Every music fan knows these places are where culture is born. Just a quick glance at the Facebook reviews of The Fleece demonstrates how beloved the place is. One fan said –
“One of Bristol’s greatest ever venues. If you wanna catch the next big thing then chances are they’ll be passing through The Fleece sometime soon. Excellent venue. I’ve had some incredible times in the last 27 years in this little gem of the Bristol music scene.”
Wapping Road, Bathurst Terrace, Bristol, BS1 6UA
The Louisiana is a prime example of a small music venue that’s grown from modest beginnings to find itself the backdrop to numerous historical moments in live music.
The venue has existed since 1996, after a fire at neighbouring venue The Fleece meant promoters had to find an alternative event space. Placebo and Super Furry Animals played here before it even had a stage and the Scissor Sisters went from a support act to a household name in the space of three appearances. Muse even took up a residency at The Louisiana for six months.

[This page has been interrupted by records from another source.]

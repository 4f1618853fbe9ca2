package org.hobwright.api.spi;

import org.hobwright.api.ApiStatus;

/**
 * What every provider found through {@link java.util.ServiceLoader} says about itself, so that
 * {@link Providers} can refuse one that needs a newer api than the host carries.
 */
@ApiStatus(since = "1.1")
public interface Provider {

    /** {@return stable identifier of the provider; by default its class name} */
    default String id() {
        return getClass().getName();
    }

    /**
     * The api version the provider was built against, {@code major.minor}. Implementations
     * return {@link Spi#API_VERSION}, which the compiler copies into their class. A provider
     * built before this method existed was built against the first api, {@code 1.0}.
     *
     * @return the api version the provider was built against, {@code major.minor}. Implementations
     */
    default String apiVersion() {
        return ApiVersion.FIRST.toString();
    }

    /** {@return the provider's own build version, e.g. {@code 0.2.0}; {@code unknown} when it does not say} */
    default String buildVersion() {
        return "unknown";
    }
}
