package org.hobwright.api.spi;

/** Thrown when a required kind of provider is not on the class path or module path. */
public final class ProviderMissingException extends IllegalStateException {
    private static final long serialVersionUID = 1L;

    /** @param message names the missing kind and what to add */
    public ProviderMissingException(String message) {
        super(message);
    }
}
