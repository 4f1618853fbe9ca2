package org.hobwright.api.spi;

import java.util.List;
import org.hobwright.api.ApiStatus;
import org.hobwright.api.internal.Checks;
import org.hobwright.api.check.Finding;

/**
 * What a writer returns: the files, or findings that say why it would not write.
 *
 * @param files    files to write (empty when the findings hold an error)
 * @param findings problems met while writing (e.g. a dialect that does not load)
 */
@ApiStatus(since = "1.0")
public record WriteResult(List<OutputFile> files, List<Finding> findings) {
    /**
     * Checks the components: a value out of range throws {@link IllegalArgumentException} naming the field and the
     * value.
     *
     * @param files files to write (empty when the findings hold an error)
     * @param findings problems met while writing (e.g. a dialect that does not load)
     */
    public WriteResult {
        files = List.copyOf(Checks.present("files", files));
        findings = List.copyOf(Checks.present("findings", findings));
        if (Finding.anyError(findings) && !files.isEmpty()) {
            throw new IllegalArgumentException("a write result with error findings must have no files");
        }
    }

    /**
     * A result with files and no findings.
     *
     * @param files files to write (empty when the findings hold an error)
     * @return A result with files and no findings
     */
    public static WriteResult of(OutputFile... files) {
        return new WriteResult(List.of(files), List.of());
    }

    /**
     * A refusal with the findings that explain it.
     *
     * @param findings problems met while writing (e.g. a dialect that does not load)
     * @return A refusal with the findings that explain it
     */
    public static WriteResult refused(List<Finding> findings) {
        return new WriteResult(List.of(), findings);
    }
}
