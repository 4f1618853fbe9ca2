package org.hobwright.api.spi;

import org.hobwright.api.ApiStatus;
import org.hobwright.api.internal.Checks;

/**
 * A version of this api, {@code major.minor}. Within one major version every change is an
 * addition, and each addition raises the minor version; anything else raises the major version.
 * A build's binary-compatibility check against the previous release enforces the rule.
 *
 * <p>A provider built against version {@code P} runs on a host api {@code H} when both have the
 * same major version and {@code P.minor <= H.minor}: it calls nothing the host lacks.
 *
 * @param major the major version, raised for a change that is not an addition
 * @param minor the minor version, raised for each addition
 */
@ApiStatus(since = "1.1")
public record ApiVersion(int major, int minor) implements Comparable<ApiVersion> {

    /** The version of this api jar. */
    public static final ApiVersion CURRENT = parse(Spi.API_VERSION);

    /** The version a provider that does not state one was built against (the first api). */
    public static final ApiVersion FIRST = new ApiVersion(1, 0);

    /**
     * Checks the components: a value out of range throws {@link IllegalArgumentException} naming the field and the
     * value.
     *
     * @param major the major version, raised for a change that is not an addition
     * @param minor the minor version, raised for each addition
     */
    public ApiVersion {
        Checks.atLeast("major", major, 1);
        Checks.atLeast("minor", minor, 0);
    }

    /**
     * Reads {@code major.minor}, e.g. {@code 1.1}.
     *
     * @param text the version text
     * @return the version
     * @throws IllegalArgumentException naming the text when it is not {@code major.minor}
     */
    public static ApiVersion parse(String text) {
        Checks.present("version", text);
        String[] parts = text.strip().split("\\.", -1);
        if (parts.length == 2) {
            try {
                return new ApiVersion(Integer.parseInt(parts[0]), Integer.parseInt(parts[1]));
            } catch (IllegalArgumentException e) {
                // reported below
            }
        }
        throw new IllegalArgumentException("an api version must be major.minor, e.g. 1.1, was \"" + text + "\"");
    }

    /**
     * True when a provider built against {@code built} runs on this api: same major version and no
     * newer minor version.
     *
     * @param built the api version the provider was built against
     * @return true when every api the provider may call is here
     */
    public boolean runs(ApiVersion built) {
        return built.major == major && built.minor <= minor;
    }

    @Override
    public int compareTo(ApiVersion o) {
        return major != o.major ? Integer.compare(major, o.major) : Integer.compare(minor, o.minor);
    }

    /** {@code major.minor}. */
    @Override
    public String toString() {
        return major + "." + minor;
    }
}
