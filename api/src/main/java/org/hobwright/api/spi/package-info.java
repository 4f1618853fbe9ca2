/** Provider interfaces found with {@link java.util.ServiceLoader}, and the defensive lookup. */
package org.hobwright.api.spi;
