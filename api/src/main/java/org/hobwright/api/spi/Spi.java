package org.hobwright.api.spi;

/** Version of this SPI. Providers declare the version they were built for. */
public final class Spi {
    /** The SPI version of this api jar. Raised only when a provider must change to stay correct. */
    public static final int VERSION = 1;

    private Spi() {
    }
}
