package org.hobwright.api.spi;

import java.util.List;
import org.hobwright.api.ApiStatus;
import org.hobwright.api.check.Finding;

/** Thrown when a required kind of provider is not on the class path or module path. */
@ApiStatus(since = "1.0")
public final class ProviderMissingException extends IllegalStateException {
    private static final long serialVersionUID = 2L;

    /** The providers that were skipped, one finding each (not serialised). */
    private final transient List<Finding> problems;

    /** @param message names the missing kind and what to add */
    public ProviderMissingException(String message) {
        this(message, List.of());
    }

    /**
     * @param message  names the missing kind and what to add
     * @param problems the providers that were found but skipped, and why
     */
    @ApiStatus(since = "1.1")
    public ProviderMissingException(String message, List<Finding> problems) {
        super(message);
        this.problems = List.copyOf(problems);
    }

    /**
     * The providers that were found but skipped, one finding each (e.g. {@code SPI_API_TOO_OLD}).
     *
     * @return the findings, empty after deserialisation
     */
    public List<Finding> problems() {
        return problems == null ? List.of() : problems;
    }
}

This humble, family-run, 140-capacity venue has the backstory and character that epitomises grassroots venues.
It’s now one of eight venues for the critically acclaimed and widely popular Dot-to-Dot Festival (as are several others in this article) and continues to attract local and international artists nearly every day of the week.
32 St Nicholas Street, Bristol, BS1 1TG
With closing times running into the early hours every day of the week, you’ll struggle to find a venue that goes harder than Mr Wolf’s.
Tucked away in Bristol’s Old City, this 350-capacity club and venue hosts stand-up comedy nights, burlesque performances and live graffiti demonstrations, as well as a constant stream of local bands and DJs during its 14 years of business.
Mr Wolf’s is a champion of upcoming artists, hosting weekly open mic night Gin Jam and even a hip-hop cypher known as Fruit Machine – both of which are free entry. Mr Wolf’s enthusiasm for Bristol’s music and live entertainment scene is palpable, with most acts costing as little as £3 for entry.
While some venues look further afield, Mr Wolf’s has settled into its niche – and it throws everything it has at it.
The Old Duke
45 King St, Bristol, BS1 4ER
There’s a terracotta and white-bricked pub situated on the corner of Queen Charlotte Street and King Street famous for its New Orleans brand of jazz and swing. This pub is The Old Duke, named after Duke Ellington. It’s been active since 1967, making it one of the longest-running venues in Bristol.
Today the venue specialises in the best selection of bepop, blues, modern jazz, swing and Dixieland in the South West. You can sample them yourself every night of the week – and twice on Sundays.
The venue’s capacity of 80, familiar faces, and strong local talent ensures its atmosphere is warm and inclusive. You need look no further than The Old Duke if you want a small music venue that nurtures a true sense of community.
Always in high spirits, it comes as close to Bourbon Street as any jazz club outside New Orleans could hope to.